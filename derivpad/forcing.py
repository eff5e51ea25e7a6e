"""Forcing builders in Heaviside form: step, ramp, pulses, load tables, impulses, switched waves.

Each returns a :class:`Forcing` (``.expr`` in unit steps and impulses, ``.description``);
forcings add, and a Forcing given as a parameter value replaces that name on the right side::

    from derivpad import forcing
    load = forcing.table([(0, 0), (0.01, 5000), (0.03, 0)])
    derivpad.derive("m*x'' + k*x = F", ics=..., params={"m": 900, "k": 3.6e6, "F": load})
"""

from .core.reading.history import history, read_history
from .core.reading.periodic import PeriodicLoad, periodic
from .core.reading.forcing import (Forcing, impulse, pulse, ramp, step, switched_cosine, switched_exp,
                           switched_sine, table, triangle, window)

__all__ = sorted(["Forcing", "impulse", "pulse", "ramp", "step", "switched_cosine",
                  "switched_exp", "switched_sine", "table", "triangle", "window", "history", "read_history",
                  "PeriodicLoad", "periodic"])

# # # # # # #

Search the lines above for the string "impulses", then show every one that has it.

"""Forcing builders in Heaviside form: step, ramp, pulses, load tables, impulses, switched waves.
Each returns a :class:`Forcing` (``.expr`` in unit steps and impulses, ``.description``);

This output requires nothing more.